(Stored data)
———

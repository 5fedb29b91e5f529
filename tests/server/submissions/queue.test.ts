import { randomUUID } from 'node:crypto';
import { afterAll, beforeAll, describe, expect, it } from 'vitest';
import {
  presenceSchema,
  submissionListSchema,
  submissionQuerySchema,
  submissionSorts,
} from '../../../src/domain/api/submissions.ts';
import { passageSchema } from '../../../src/domain/api/deliverables.ts';
import type { LiveEvent } from '../../../src/domain/api/people.ts';
import { encodeSeries } from '../../../src/engine/series.ts';
import { closeEventsHub, listenToEvents } from '../../../src/server/events-hub.ts';
import { redis } from '../../../src/server/redis.ts';
import type { MemberScope } from '../../../src/server/scope.ts';
import { decideSubmissions } from '../../../src/server/services/decisions.ts';
import { getSubmissionAudio, getSubmissionPassage } from '../../../src/server/services/passages.ts';
import { tellPresence } from '../../../src/server/services/presence.ts';
import { listSubmissions } from '../../../src/server/services/submissions.ts';
import { closeStorage, putObject } from '../../../src/server/storage/storage.ts';
import {
  figures,
  makeAgreement,
  makeAssignment,
  makeChain,
  makeChannel,
  makeMember,
  openWorld,
  type World,
} from '../../factories/world.ts';
import { codeOf, refusalOf, valueOf } from '../answers.ts';
import { failing, makeSubmitted, type Chain } from './delivery.ts';

let world: World;
beforeAll(async () => {
  world = await openWorld({ S3_BUCKET: `test-${randomUUID().slice(0, 8)}` });
});
afterAll(async () => {
  closeEventsHub();
  closeStorage();
  await world.close();
});

type Given = Partial<Record<keyof typeof submissionQuerySchema.shape, string | number>>;
async function list(scope: MemberScope, given: Given = {}) {
  return submissionListSchema.parse(
    valueOf(await listSubmissions(scope, submissionQuerySchema.parse(given))),
  );
}
const hoursFromNow = (hours: number) => new Date(Date.now() + hours * 3_600_000).toISOString();

describe('the list of submissions', () => {
  let chain: Chain;
  let rival: Chain;
  let secondChannel: { id: string; name: string };
  const files = async (scope: MemberScope, given: Given = {}) =>
    (await list(scope, given)).items.map((row) => row.fileName);
  beforeAll(async () => {
    const { db } = world;
    chain = await makeChain(db);
    rival = { ...chain, ...(({ supplier, mixer }) => ({ supplier, mixer }))(await makeChain(db)) };
    await makeAgreement(db, chain.distributor, chain.channel, rival.supplier);
    secondChannel = await makeChannel(db, chain.distributor, { name: 'Harrow Kids' });
    await makeAssignment(db, chain.distributor, secondChannel, chain.spec.specId);
    await makeAgreement(db, chain.distributor, secondChannel, chain.supplier);

    await makeSubmitted(db, chain, {
      fileName: 'gales.wav',
      programmeTitle: 'Small Gales',
      episodeLabel: '2.11',
      airAt: hoursFromNow(30),
    });
    await makeSubmitted(db, chain, { fileName: 'loud.wav', figures: failing, airAt: hoursFromNow(2) });
    await makeSubmitted(db, { ...chain, channel: secondChannel }, { fileName: 'kids.wav' });
    await makeSubmitted(db, chain, { fileName: 'late.wav', airAt: hoursFromNow(-1) });
    await makeSubmitted(db, rival, { fileName: 'rival.wav', airAt: hoursFromNow(23) });
    const { id, version } = await makeSubmitted(db, chain, { fileName: 'done.wav', airAt: hoursFromNow(1) });
    valueOf(await decideSubmissions(chain.operator, [{ id, version, decision: 'approve' }]));
    await makeSubmitted(db, await makeChain(db), { fileName: 'elsewhere.wav' });
  });

  it('is the queue of its channels to a distributor, soonest to air first, undated last', async () => {
    expect(await files(chain.operator)).toEqual([
      'late.wav',
      'done.wav',
      'loud.wav',
      'rival.wav',
      'gales.wav',
      'kids.wav',
    ]);
    expect(await files(chain.operator, { state: 'awaiting_review' })).toEqual([
      'late.wav',
      'loud.wav',
      'rival.wav',
      'gales.wav',
      'kids.wav',
    ]);
  });

  it('is its own submissions to a supplier, and never a rival’s', async () => {
    expect((await files(chain.mixer)).sort()).toEqual([
      'done.wav',
      'gales.wav',
      'kids.wav',
      'late.wav',
      'loud.wav',
    ]);
    expect(await files(rival.mixer)).toEqual(['rival.wav']);
    expect(await files(rival.mixer, { supplier: chain.supplier.id })).toEqual([]);
  });

  it('counts over the whole filter, not over the page', async () => {
    expect(await list(chain.operator, { limit: 1 })).toMatchObject({
      total: 6,
      counts: { awaiting: 5, airingWithin24h: 2 },
    });
    expect(await list(chain.operator, { supplier: rival.supplier.id })).toMatchObject({
      total: 1,
      counts: { awaiting: 1, airingWithin24h: 1 },
    });
    expect((await list(chain.operator, { state: 'approved' })).counts).toEqual({
      awaiting: 0,
      airingWithin24h: 0,
    });
  });

  it('filters by words, verdict, channel and state', async () => {
    expect(await files(chain.operator, { q: 'gales 2.11' })).toEqual(['gales.wav']);
    expect(await files(chain.operator, { q: rival.supplier.name })).toEqual(['rival.wav']);
    expect(await files(chain.operator, { q: 'harrow KIDS' })).toEqual(['kids.wav']);
    expect(await files(chain.operator, { verdict: 'fail' })).toEqual(['loud.wav']);
    expect(await files(chain.operator, { channel: secondChannel.id })).toEqual(['kids.wav']);
    expect(await files(chain.operator, { state: 'approved,rejected' })).toEqual(['done.wav']);
    for (const odd of [{ state: 'pending' }, { verdict: 'none' }, { cursor: 'x' }] satisfies Given[])
      expect(refusalOf(await listSubmissions(chain.operator, submissionQuerySchema.parse(odd))).code).toBe(
        'bad_input',
      );
  });

  it.each(
    submissionSorts.flatMap((sort) => [
      { sort, order: 'asc' },
      { sort, order: 'desc' },
    ]),
  )('gives every row once in pages, by %j', async (given) => {
    const atOnce = await files(chain.operator, given);
    const paged: string[] = [];
    let cursor: string | null = null;
    do {
      const page: Awaited<ReturnType<typeof list>> = await list(chain.operator, {
        ...given,
        limit: 2,
        ...(cursor && { cursor }),
      });
      paged.push(...page.items.map((row) => row.fileName));
      cursor = page.nextCursor;
    } while (cursor);
    expect(atOnce).toHaveLength(6);
    expect(paged).toEqual(atOnce);
  });
});

describe('who has it open', () => {
  let chain: Chain;
  let second: MemberScope;
  let id: string;
  beforeAll(async () => {
    chain = await makeChain(world.db);
    second = await makeMember(world.db, chain.distributor, ['qc_operator']);
    ({ id } = await makeSubmitted(world.db, chain));
  });
  const person = ({ userId, userName }: MemberScope) => ({ id: userId, name: userName });

  it('is told to the others who decide, and to the open pages of the distributor', async () => {
    const heard: LiveEvent[] = [];
    let both = () => {};
    const told = new Promise<void>((resolve) => (both = resolve));
    const listening = listenToEvents(chain.distributor.id, {
      onEvent: (event) => {
        heard.push(event);
        if (heard.length === 2) both();
      },
      onGap: () => {},
    });
    await listening.ready;
    expect(presenceSchema.parse(valueOf(await tellPresence(chain.operator, id)))).toEqual({ openBy: [] });
    expect(valueOf(await tellPresence(second, id))).toEqual({ openBy: [person(chain.operator)] });
    await told;
    listening.stop();
    expect(heard[1]).toEqual({
      kind: 'presence',
      submissionId: id,
      openBy: [person(chain.operator), person(second)].sort((a, b) => a.name.localeCompare(b.name, 'en')),
    });
    expect((await list(chain.operator)).items[0].openBy).toEqual([person(second)]);
    expect((await list(second)).items[0].openBy).toEqual([person(chain.operator)]);
  });

  it('is never told to the supplier, nor may anybody else say it', async () => {
    valueOf(await tellPresence(second, id));
    expect((await list(chain.mixer)).items[0].openBy).toEqual([]);
    expect((await list(chain.specOwner)).items[0].openBy).toEqual([]);
    expect(codeOf(await tellPresence(chain.mixer, id))).toBe('forbidden');
    expect(codeOf(await tellPresence((await makeChain(world.db)).operator, id))).toBe('not_found');
  });

  it('is forgotten half a minute after it was last said', async () => {
    valueOf(await tellPresence(second, id));
    const key = `presence:${id}`;
    expect(await redis().ttl(key)).toBeGreaterThan(25);
    expect(await redis().ttl(key)).toBeLessThanOrEqual(30);
    await redis().hset(
      key,
      second.userId,
      JSON.stringify({ name: second.userName, at: Date.now() - 30_001 }),
    );
    expect(valueOf(await tellPresence(chain.operator, id))).toEqual({ openBy: [] });
  });
});

describe('what a reviewer draws and plays', () => {
  it('is what was submitted, for both sides and nobody else', async () => {
    const chain = await makeChain(world.db);
    const stranger = await makeChain(world.db);
    const { id, deliverableId } = await makeSubmitted(world.db, chain, {
      figures: figures({ maxDbtp: 0.2 }),
    });
    const { series_key, storage_key } = await world
      .db('deliverables as d')
      .join('measurements as m', 'm.deliverable_id', 'd.id')
      .where('d.id', deliverableId)
      .first('m.series_key', 'd.storage_key');
    const series = {
      stepSeconds: 0.01 as const,
      energy: new Float64Array(400).fill(0.01),
      truePeak: new Float32Array(400).fill(1.02),
      channelCount: 1,
      channelEnergy: new Float32Array(40).fill(0.01),
    };
    await putObject(series_key, encodeSeries(series));
    await putObject(storage_key, Buffer.from('RIFF'));
    for (const scope of [chain.mixer, chain.operator]) {
      const passage = passageSchema.parse(valueOf(await getSubmissionPassage(scope, id)));
      expect(passage.shortTermLufs).toHaveLength(40);
      expect(passage.excursions[0]).toMatchObject({ number: 1, ruleId: 'true-peak', startSeconds: 0 });
      const { url } = valueOf(await getSubmissionAudio(scope, id));
      expect(await (await fetch(url)).text()).toBe('RIFF');
    }
    for (const scope of [stranger.mixer, stranger.operator]) {
      expect(codeOf(await getSubmissionPassage(scope, id))).toBe('not_found');
      expect(codeOf(await getSubmissionAudio(scope, id))).toBe('not_found');
    }
    expect(codeOf(await getSubmissionPassage(chain.operator, randomUUID()))).toBe('not_found');
  });
});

———

Task to complete:
Your answer should hold every line of the entries that contains the string "openBy".

Task result:
    expect(presenceSchema.parse(valueOf(await tellPresence(chain.operator, id)))).toEqual({ openBy: [] });
    expect(valueOf(await tellPresence(second, id))).toEqual({ openBy: [person(chain.operator)] });
      openBy: [person(chain.operator), person(second)].sort((a, b) => a.name.localeCompare(b.name, 'en')),
    expect((await list(chain.operator)).items[0].openBy).toEqual([person(second)]);
    expect((await list(second)).items[0].openBy).toEqual([person(chain.operator)]);
    expect((await list(chain.mixer)).items[0].openBy).toEqual([]);
    expect((await list(chain.specOwner)).items[0].openBy).toEqual([]);
    expect(valueOf(await tellPresence(chain.operator, id))).toEqual({ openBy: [] });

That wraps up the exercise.